Task to complete: Make a word-for-word copy of the entries below from their first line through the line with "gives the statistic", and add nothing.

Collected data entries
>>>>>
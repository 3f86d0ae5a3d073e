"""The attach stage: covariates from a grid for every row, each over the row's own window.

:func:`attach` adds one covariate, :func:`attach_many` several (their descriptions:
:mod:`envlink.extract.covariates`). Both are one pipeline of named steps: each
covariate's options are read through the registries and its rows planned
(:mod:`envlink.extract.request`: sites, windows and sources, an
:class:`~envlink.extract.plan.ExtractionPlan`); the cells every covariate needs are
gathered at once (:func:`_prefetch`) from the cell-series store or the grid, each
cell's whole series once (:class:`~envlink.extract.series.CellSeries`); the spatial
rule's ``read`` then takes each covariate's cells from memory; :func:`_compute`
gives the statistic over every row's window and the QA codes; the series read from
the grid are kept in the store; :func:`_assemble` builds the output table and its
provenance.
"""

from __future__ import annotations

from collections.abc import Mapping, Sequence
from typing import Any

import numpy as np
import pandas as pd
import xarray as xr

from envlink.core.columns import COVARIATE_SUFFIXES
from envlink.core.flags import RowFlags
from envlink.errors import EnvlinkError
from envlink.extract.compute import compute_values, sources_without_data
from envlink.extract.covariates import parse_covariates
from envlink.extract.plan import ExtractionPlan
from envlink.extract.request import TableRows, plan_rows, plan_times, provenance, validate
from envlink.extract.series import CellSeries

__all__ = ["attach", "attach_many", "SUFFIXES"]

#: Columns added for a covariate C: C + suffix (kept as an alias of the contract's).
SUFFIXES = COVARIATE_SUFFIXES


def attach(
    table: pd.DataFrame,
    grid: xr.DataArray,
    *,
    name: str,
    stat: str = "mean",
    window: str = "period",
    spatial: str = "nearest",
    baseline: str | tuple[int, int] | None = None,
    mmm: float | xr.DataArray | None = None,
    time_weights: str = "duration",
    min_coverage: float = 0.5,
    threshold: float | None = None,
    cache_dir: str | None = None,
    progress: bool | None = None,
    client: Any = None,
) -> pd.DataFrame:
    """Attach one covariate to every row of a located table.

    Parameters
    ----------
    table : pandas.DataFrame
        Rows with the columns of the locate stage: ``site_lat``, ``site_lon``
        (degrees), ``period_start``, ``period_end`` (ISO dates, inclusive); optional
        ``locate_status`` (rows ``rejected`` get NaN) and ``site_wkt`` (polygon WKT in
        lon/lat, used by ``spatial="polygon"``).
    grid : xarray.DataArray
        A normalised grid (see :mod:`envlink.testing`), e.g. from
        :func:`envlink.open_grid`; may be lazy (dask or file-backed).
    name : str
        The covariate's column name C: letters, digits and ``_``, not starting with a
        digit (:data:`envlink.core.columns.COVARIATE_NAME_RULE`, as in a project file).
    stat : str, default "mean"
        A statistic of :data:`envlink.extract.statistics.STATISTICS` (``mean``,
        ``quantile:0.9``, ``above:29``, ``anomaly``, ``dhw-max`` ...).
    window : str, default "period"
        A window of :data:`envlink.extract.windows.WINDOWS` (``period``, ``lag:3M``,
        ``before-start:90D`` ...).
    spatial : str, default "nearest"
        A rule of :data:`envlink.extract.rules.SPATIAL_RULES` (``nearest``,
        ``bilinear``, ``nearest-valid:25km``, ``buffer:50km``, ``polygon``).
        Names are read under one spelling policy (case, ``-``/``_``, ``km`` optional,
        numbers in any decimal form; see docs/extract.md); outputs record the
        canonical label (e.g. ``nearest-valid:25km``).
    baseline : str, optional
        ``"YYYY-YYYY"`` (inclusive years) for ``anomaly``, ``mmm`` and ``dhw-max``;
        default the grid's whole span (recorded in provenance).
    mmm : float or xarray.DataArray, optional
        For ``dhw-max`` only: the maximum monthly mean in °C, or a static climatology
        with dims ``(lat, lon)`` sampled at the nearest cell.
    time_weights : {"duration", "equal"}
        How time steps count (:data:`~envlink.extract.windows.TIME_WEIGHTS`, any spelling;
        docs/extract.md, "Time weights").
    min_coverage : float, default 0.5
        Fraction of the window's days that must have data for a value; below it the
        value is NaN with flag ``below_min_coverage``. For ``nearest-valid`` a cell is
        valid when its coverage reaches this (and is above zero).
    threshold : float, optional
        T for ``stat="above"`` / ``"degree-days"`` given without ``:T``.
    cache_dir : path-like, optional
        envlink's cache folder: the cells' series are kept in its cell-series store
        (``cache_dir/cells``, see :mod:`envlink.extract.store`) and read from there by
        any later request on the same grid and cells. Default: no store (the command
        line uses ``$ENVLINK_CACHE``, else the user's cache folder).
    progress : bool, optional
        Show a progress bar on stderr; default only when stderr is a terminal
        (:mod:`envlink.core.progress`).
    client : dask.distributed.Client or str, optional
        Read the cells on a Dask cluster: a client, or a scheduler's address
        (``"tcp://host:8786"``). Each storage tile is read once, by one worker, and the
        workers write the cell-series store (which then needs a folder every worker
        sees; docs/scaling.md). The values are those of a read on this machine.

    Returns
    -------
    pandas.DataFrame
        A new table: every input row in order, every input column unchanged, plus
        ``C`` (float64), ``C_flags``, ``C_cell_lat``, ``C_cell_lon``,
        ``C_distance_km``, ``C_coverage``; provenance in ``attrs["envlink"][C]``
        (with ``"cells"``: ``"store"``, ``"read"`` or ``"partly store"``, where the
        cells' series came from).

    Examples
    --------
    >>> import pandas as pd
    >>> from envlink.testing import make_grid
    >>> g = make_grid(np.arange(12.0).reshape(3, 2, 2), lat=[0.5, 1.5], lon=[0.5, 1.5])
    >>> t = pd.DataFrame({"site_lat": [1.2, 9.0], "site_lon": [0.1, 0.1],
    ...                   "period_start": ["2000-01-01"] * 2, "period_end": ["2000-02-29"] * 2})
    >>> out = attach(t, g, name="sst")
    >>> out["sst"].round(4).tolist(), out["sst_flags"].tolist()  # (31*2 + 29*6) / 60
    ([3.9333, nan], ['', 'outside_grid'])
    """
    cov = {"name": name, "stat": stat, "window": window, "spatial": spatial, "baseline": baseline, "mmm": mmm,
           "time_weights": time_weights, "min_coverage": min_coverage, "threshold": threshold}
    return _run(table, grid, [cov], cache_dir, progress, client=client)


def attach_many(
    table: pd.DataFrame,
    grid: xr.DataArray,
    covariates: Sequence[str | Mapping[str, Any]],
    *,
    stat: str = "mean",
    window: str = "period",
    spatial: str = "nearest",
    baseline: str | tuple[int, int] | None = None,
    mmm: float | xr.DataArray | None = None,
    time_weights: str = "duration",
    min_coverage: float = 0.5,
    threshold: float | None = None,
    cache_dir: str | None = None,
    progress: bool | None = None,
    series: CellSeries | None = None,
    client: Any = None,
) -> pd.DataFrame:
    """Attach several covariates from one grid, reading each needed cell once for all of them.

    Parameters
    ----------
    table, grid
        As for :func:`attach`.
    covariates : sequence of str or mapping
        Each covariate as text ``"NAME=STAT"`` or ``"NAME=STAT@WINDOW"`` (e.g.
        ``"sst_lag3=mean@lag:3M"``), or a mapping with a ``name`` and any of
        ``stat``, ``window``, ``spatial``, ``baseline``, ``mmm``, ``threshold``,
        ``time_weights``, ``min_coverage`` (see :mod:`envlink.extract.covariates`).
    stat, window, spatial, baseline, mmm, time_weights, min_coverage, threshold
        What a covariate leaves out (as for :func:`attach`).
    cache_dir, progress
        As for :func:`attach`.
    series : CellSeries, optional
        The grid's cell series shared with other calls (e.g. one per candidate window
        of a scan, each with its own table of periods): every cell is read once for all
        of them. Build it with :func:`envlink.extract.series.CellSeries` (with the
        grid's store, :meth:`envlink.extract.store.GridStore.for_grid`); the caller keeps
        its new series in the store with its ``flush()``. ``cache_dir`` and ``client``
        are then unused (the series reads through its own ``client``).
    client : dask.distributed.Client or str, optional
        As for :func:`attach`.

    Returns
    -------
    pandas.DataFrame
        Every input row and column, then the six columns of each covariate in the
        order given; the values equal those of one :func:`attach` call per covariate.

    Raises
    ------
    InputError
        A bad option of one covariate; the exception's ``covariate`` attribute is its
        position in ``covariates``.

    Examples
    --------
    >>> import pandas as pd
    >>> from envlink.testing import make_grid
    >>> g = make_grid(np.arange(12.0).reshape(3, 2, 2), lat=[0.5, 1.5], lon=[0.5, 1.5])
    >>> t = pd.DataFrame({"site_lat": [1.2], "site_lon": [0.1],
    ...                   "period_start": ["2000-02-01"], "period_end": ["2000-02-29"]})
    >>> out = attach_many(t, g, ["now=mean", "before=mean@lag:1M", "top=max@around-mid:3M"])
    >>> out[["now", "before", "top"]].values.tolist()
    [[6.0, 2.0, 10.0]]
    """
    defaults = {"stat": stat, "window": window, "spatial": spatial, "baseline": baseline, "mmm": mmm,
                "time_weights": time_weights, "min_coverage": min_coverage, "threshold": threshold}
    covs = parse_covariates(covariates, defaults, "attach_many")
    return _run(table, grid, covs, cache_dir, progress, series, client)


def _run(table: pd.DataFrame, grid: xr.DataArray, covs: list[dict[str, Any]], cache_dir: str | None,
         progress: bool | None, shared: CellSeries | None = None, client: Any = None) -> pd.DataFrame:
    """The pipeline (see the module) for covariates already described (on ``client``'s cluster if given)."""
    from envlink.core.processes import close_reader_pool

    try:
        if shared is not None or client is None:
            return _pipeline(table, grid, covs, shared or _series_source(grid, cache_dir, progress), shared is None)
        from envlink.extract.cluster_read import cluster_client

        with cluster_client(client) as opened:
            return _pipeline(table, grid, covs, _series_source(grid, cache_dir, progress, opened), True)
    finally:
        close_reader_pool()  # the reader processes of this call end with it


def _pipeline(table: pd.DataFrame, grid: xr.DataArray, covs: list[dict[str, Any]], cells: CellSeries,
              own: bool) -> pd.DataFrame:
    """The steps (see the module) with the grid's cell series; ``own``: flush it at the end."""
    rows = TableRows(table, grid)
    planned = []
    for i, c in enumerate(covs):
        try:
            req = validate(table, grid, c["name"], stat=c["stat"], window=c["window"], spatial=c["spatial"],
                           baseline=c["baseline"], mmm=c["mmm"], time_weights=c["time_weights"],
                           min_coverage=c["min_coverage"], threshold=c["threshold"])
            times = plan_times(rows, req)
            plan, flags = plan_rows(rows, req, times)
        except EnvlinkError as exc:
            exc.covariate = i  # type: ignore[attr-defined]  # which covariate, for callers that name it
            raise
        planned.append((req, provenance(grid, req, times), plan, flags))
    reqs = [p[0] for p in planned]
    _prefetch(cells, [p[2] for p in planned], reqs[0].name if len(reqs) == 1 else f"{len(reqs)} covariates")
    results = []
    for req, prov, plan, flags in planned:
        X, xrow, plan = plan.rule.read(plan, cells, flags, f"attach {req.name}: reading cells")
        arrays = _compute(plan, X, xrow, flags)
        del X
        results.append((req.name, arrays, {**prov, "cells": cells.origin(plan.src.cells)}))
    stored = cells.flush() if own else "shared"
    for _, _, prov in results:
        prov["store"] = stored
    return _assemble(table, results)


def _series_source(grid: xr.DataArray, cache_dir: str | None, progress: bool | None,
                   client: Any = None) -> CellSeries:
    """The grid's cell series: through its store under ``cache_dir`` (none when None)."""
    return CellSeries.for_grid(grid, cache_dir, show=progress, client=client)


def _prefetch(cells: CellSeries, plans: list[ExtractionPlan], label: str) -> None:
    """Gather the cells of every covariate's sources at once (one pass over the grid)."""
    parts = [p.src.cells for p in plans if p.sources is not None]
    if not parts:
        return
    need = np.unique(np.concatenate(parts))
    halos = [h for h in (p.rule.halo(p) for p in plans) if h is not None]
    halo = (max(h[0] for h in halos), max(h[1] for h in halos)) if halos else None
    if any(p.rule.reads_candidates for p in plans):
        cells.any_valid  # noqa: B018 - learn which cells hold no data while reading
    cells.get(need, desc=f"attach {label}: reading cells", halo=halo)


def _compute(plan: ExtractionPlan, X: np.ndarray, xrow: np.ndarray, flags: RowFlags) -> dict[str, np.ndarray]:
    """Every row's value, coverage, cell and QA codes (the output arrays)."""
    srcs, active = plan.src, plan.active
    said = flags.has("outside_grid") | flags.has("no_valid_cell", prefix=True)
    flags.add(active & (srcs.row_src < 0) & ~said, "outside_grid")
    value, cov, extra = compute_values(plan, X, xrow)
    cov = np.where(active & (srcs.row_src >= 0), cov, 0.0)
    flags.extend(extra)
    got = active & (srcs.row_src >= 0)
    low = got & (cov < plan.min_coverage) & (cov > 0)
    no_data = plan.statistic.explain_no_data(plan, X, xrow, got & (cov == 0), flags)
    land = sources_without_data(plan, X, xrow, no_data)  # cells with no value at any time
    flags.add(land, "cell_on_land")
    flags.add(no_data & ~land, "no_data_in_window")
    flags.add(got & (cov > 0) & (cov < 1.0 - 1e-9), "partial_coverage")
    flags.add(low, "below_min_coverage")
    value = np.where(got & ~low & (cov > 0), value, np.nan)
    plan.statistic.final_flags(plan, flags)
    cla, clo = plan.geom.cell_latlon(np.where(got, srcs.row_cell, -1))
    return {
        "value": value.astype(np.float64), "cell_lat": cla, "cell_lon": clo,
        "distance_km": np.where(got, srcs.row_dist, np.nan), "coverage": np.where(active, cov, np.nan),
        "flags": flags.render().astype(str),
    }


def _assemble(table: pd.DataFrame, results: list[tuple[str, dict[str, np.ndarray], dict[str, Any]]]
              ) -> pd.DataFrame:
    """The input table, then each covariate's six columns; provenance in ``attrs["envlink"]``."""
    new: dict[str, Any] = {}
    meta = dict(table.attrs.get("envlink", {}))
    for name, a, prov in results:
        new[name] = np.asarray(a["value"], dtype=np.float64)
        new[name + "_flags"] = pd.array(np.asarray(a["flags"], dtype=object), dtype="string")
        new[name + "_cell_lat"] = np.asarray(a["cell_lat"], dtype=np.float64)
        new[name + "_cell_lon"] = np.asarray(a["cell_lon"], dtype=np.float64)
        new[name + "_distance_km"] = np.asarray(a["distance_km"], dtype=np.float64)
        new[name + "_coverage"] = np.asarray(a["coverage"], dtype=np.float64)
        meta[name] = prov
    # one concatenation (the index is the table's own, so rows stay as they are)
    out = pd.concat([table, pd.DataFrame(new, index=table.index)], axis=1)
    out.attrs = {**table.attrs, "envlink": meta}
    return out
<<<<<
Task output:
repository 3f86d0ae5a3d073e
"""The attach stage: covariates from a grid for every row, each over the row's own window.

:func:`attach` adds one covariate, :func:`attach_many` several (their descriptions:
:mod:`envlink.extract.covariates`). Both are one pipeline of named steps: each
covariate's options are read through the registries and its rows planned
(:mod:`envlink.extract.request`: sites, windows and sources, an
:class:`~envlink.extract.plan.ExtractionPlan`); the cells every covariate needs are
gathered at once (:func:`_prefetch`) from the cell-series store or the grid, each
cell's whole series once (:class:`~envlink.extract.series.CellSeries`); the spatial
rule's ``read`` then takes each covariate's cells from memory; :func:`_compute`
gives the statistic over every row's window and the QA codes; the series read from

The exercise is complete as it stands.